What the task requires:
The answer must be every line below that contains the string "argparse".

Entries shown:
((

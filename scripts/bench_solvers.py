"""Benchmark the online solvers against the full-batch optimum on a synthetic hashed-categorical problem.

The problem imitates hashed event logs: ``--fields`` categorical fields whose vocabularies grow
geometrically from 3 to 1e5 values, values drawn from a Zipf law (exponent 1.1), a logistic ground truth
with a random effect per value and a base rate of about 5%; every (field, value) is mapped to a random
bucket among 2^bits (collisions allowed, as hashing does). Rows are generated directly as CSR batches.

For each solver it prints, after every pass, the progressive-validation loss, the holdout log-loss and
its relative gap to the holdout log-loss of the full-batch optimum (scipy L-BFGS-B on the same
objective), and the time ratio to the first solver listed. Example (about 10 minutes, most of it the
full-batch optimum)::

    python scripts/bench_solvers.py --rows 1000000 --bits 18 --l2-strength 1e-5 --epochs 3

The optimum depends on --rows, --holdout, --bits, --fields, --l2-strength and --seed only, so
``--optimum-cache`` lets several runs with different ``--option`` values share it; the cache records
those settings and is refused when they differ.
"""

from __future__ import annotations

import argparse
import time
from pathlib import Path

import numpy as np
import scipy.sparse as sp
from scipy.special import expit

from bench_train import cached_optimum
from loggen import sample_ranks, zipf_probs
from trainer.kernels import predict_margin
from trainer.losses import pointwise_loss
from trainer.reader import Batch
from trainer.solvers import SOLVER_NAMES, make_solver


def make_problem(rows: int, bits: int, fields: int, seed: int):
    """Return (n_buckets, bucket ids of shape (rows, fields), labels)."""
    rng = np.random.default_rng(seed)
    truth = np.random.default_rng(seed + 1)
    n = 1 << bits
    cols = np.empty((rows, fields), dtype=np.int32)
    margin = np.full(rows, -4.2)
    for f, vocab in enumerate(np.geomspace(3, 1e5, fields).astype(np.int64)):
        values = sample_ranks(rng, np.cumsum(zipf_probs(int(vocab), 1.1)), rows)
        effect = truth.normal(0.0, 0.4, vocab)
        bucket = truth.integers(0, n, vocab)
        cols[:, f] = bucket[values]
        margin += effect[values]
    labels = (rng.random(rows) < expit(margin)).astype(np.float64)
    return n, cols, labels


def as_batch(cols: np.ndarray, labels: np.ndarray) -> Batch:
    rows, fields = cols.shape
    return Batch(np.arange(rows + 1, dtype=np.int64) * fields, np.ascontiguousarray(cols).ravel(),
                 np.ones(rows * fields), labels, np.ones(rows), rows)


def holdout_log_loss(batch: Batch, w: np.ndarray, b: float) -> float:
    return float(pointwise_loss("logistic", batch.labels, predict_margin(batch, w, b)).mean())


def main() -> None:
    ap = argparse.ArgumentParser(description=__doc__.splitlines()[0])
    ap.add_argument("--rows", type=int, default=1_000_000)
    ap.add_argument("--holdout", type=int, default=200_000)
    ap.add_argument("--bits", type=int, default=18)
    ap.add_argument("--fields", type=int, default=20)
    ap.add_argument("--l2-strength", type=float, default=1e-5)
    ap.add_argument("--batch", type=int, default=4096)
    ap.add_argument("--epochs", type=int, default=3)
    ap.add_argument("--solvers", default="olbfgs,adagrad,sgd")
    ap.add_argument("--seed", type=int, default=0)
    ap.add_argument("--option", action="append", default=[], metavar="KEY=VALUE",
                    help="method option for every solver listed, e.g. --option t0=20 (repeatable)")
    ap.add_argument("--optimum-cache", metavar="PATH",
                    help="npz file holding the full-batch optimum; computed and written when missing")
    args = ap.parse_args()
    options = {}
    for item in args.option:
        key, sep, value = item.partition("=")
        if not sep:
            ap.error(f"--option expects KEY=VALUE; got {item!r}")
        options[key] = int(value) if key == "history" else float(value)
    names = args.solvers.split(",")
    for name in names:
        if name not in SOLVER_NAMES:
            ap.error(f"--solvers: unknown solver {name!r}")

    n, cols, labels = make_problem(args.rows + args.holdout, args.bits, args.fields, args.seed)
    train_cols, train_labels = cols[: args.rows], labels[: args.rows]
    holdout = as_batch(cols[args.rows:], labels[args.rows:])
    batches = [as_batch(train_cols[a:a + args.batch], train_labels[a:a + args.batch])
               for a in range(0, args.rows, args.batch)]
    print(f"rows {args.rows}, holdout {args.holdout}, buckets 2^{args.bits}, fields {args.fields}, "
          f"base rate {labels.mean():.4f}, l2 {args.l2_strength:g}, batch {args.batch}")
    t = time.perf_counter()
    cache = Path(args.optimum_cache) if args.optimum_cache else None
    settings = {k: getattr(args, k) for k in ("rows", "holdout", "bits", "fields", "l2_strength", "seed")}
    whole = as_batch(train_cols, train_labels)
    X = sp.csr_matrix((whole.data, whole.indices, whole.indptr), shape=(whole.n_rows, n))
    w, b = cached_optimum(cache, settings, X, train_labels, args.l2_strength)
    best = holdout_log_loss(holdout, w, b)
    print(f"full-batch optimum: holdout log-loss {best:.5f} ({time.perf_counter() - t:.0f} s)")

    first_time = None
    for name in names:
        solver = make_solver(name, n, "logistic", args.l2_strength, **options)
        solver.step(batches[0])  # compile the kernels outside the timing
        solver = make_solver(name, n, "logistic", args.l2_strength, **options)
        elapsed = 0.0
        for p in range(args.epochs):
            t = time.perf_counter()
            progressive = sum(solver.step(b) * b.n_rows for b in batches) / args.rows
            elapsed += time.perf_counter() - t
            loss = holdout_log_loss(holdout, np.asarray(solver.weights), solver.intercept)
            print(f"{name:8s} pass {p + 1}: progressive {progressive:.5f}  holdout {loss:.5f}  "
                  f"gap {100 * (loss - best) / best:+.3f}%")
        first_time = first_time or elapsed
        print(f"{name:8s} {elapsed:.1f} s for {args.epochs} passes, time ratio to {names[0]} "
              f"{elapsed / first_time:.2f}")


if __name__ == "__main__":
    main()
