def test_reliability_bins_on_tied_levels_end_at_exact_quantiles():
    rng = np.random.default_rng(9)
    probs = rng.integers(1, 200, 5000) / 200.0
    labels = (rng.random(probs.size) < probs).astype(float)
    s = summarize(labels, probs, n_bins=10)
    # Reference: numpy.quantile(method="inverted_cdf"): with scores far apart from each other each
    # bin's largest score is exactly a decile (ties are never split).
    q = np.quantile(probs, np.arange(1, 10) / 10, method="inverted_cdf")
    assert {b["hi"] for b in s["bins"]} == set(q.tolist()) | {probs.max()}


def test_automatic_bin_count_gives_each_bin_enough_rows():
    # Reference: the rule stated in the README (1,000 rows per bin, 10 to 20 bins).
    for rows, expected in ((800, 10), (12_500, 12), (25_000, 20), (10**6, 20)):
        assert reliability_bin_count(rows) == expected
    rng = np.random.default_rng(3)
    probs = rng.random(25000) * 0.2
    s = summarize((rng.random(25000) < probs).astype(float), probs)
    assert len(s["bins"]) == 20 and min(b["count"] for b in s["bins"]) >= 1000


def test_wilson_interval_matches_statsmodels():
    k = np.array([0.0, 1.0, 7.5, 30.0, 100.0])
    n = np.array([10.0, 3.0, 20.0, 30.0, 1000.0])
    lo, hi = wilson_interval(k, n)
    # Reference: statsmodels.stats.proportion.proportion_confint(method="wilson").
    ref_lo, ref_hi = proportion_confint(k, n, alpha=0.05, method="wilson")
    assert lo == pytest.approx(ref_lo, rel=1e-9, abs=1e-15)
    assert hi == pytest.approx(ref_hi, rel=1e-9, abs=1e-15)


@FAST
@given(scored_rows())
def test_histogram_matches_numpy(data):
    labels, probs, weights = data
    s = summarize(labels, probs, weights, histogram_bins=12)
    w = np.ones_like(probs) if weights is None else weights
    edges = np.array(s["histogram"]["edges"])
    # Reference: numpy.histogram with the same edges ([lo, hi) bins, the last one closed).
    pos = np.histogram(probs[labels == 1], bins=edges, weights=w[labels == 1])[0]
    neg = np.histogram(probs[labels == 0], bins=edges, weights=w[labels == 0])[0]
    assert s["histogram"]["positives"] == pytest.approx(pos.tolist())
    assert s["histogram"]["negatives"] == pytest.approx(neg.tolist())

))

Response to this task:
import argparse
    ap = argparse.ArgumentParser(description=__doc__.splitlines()[0])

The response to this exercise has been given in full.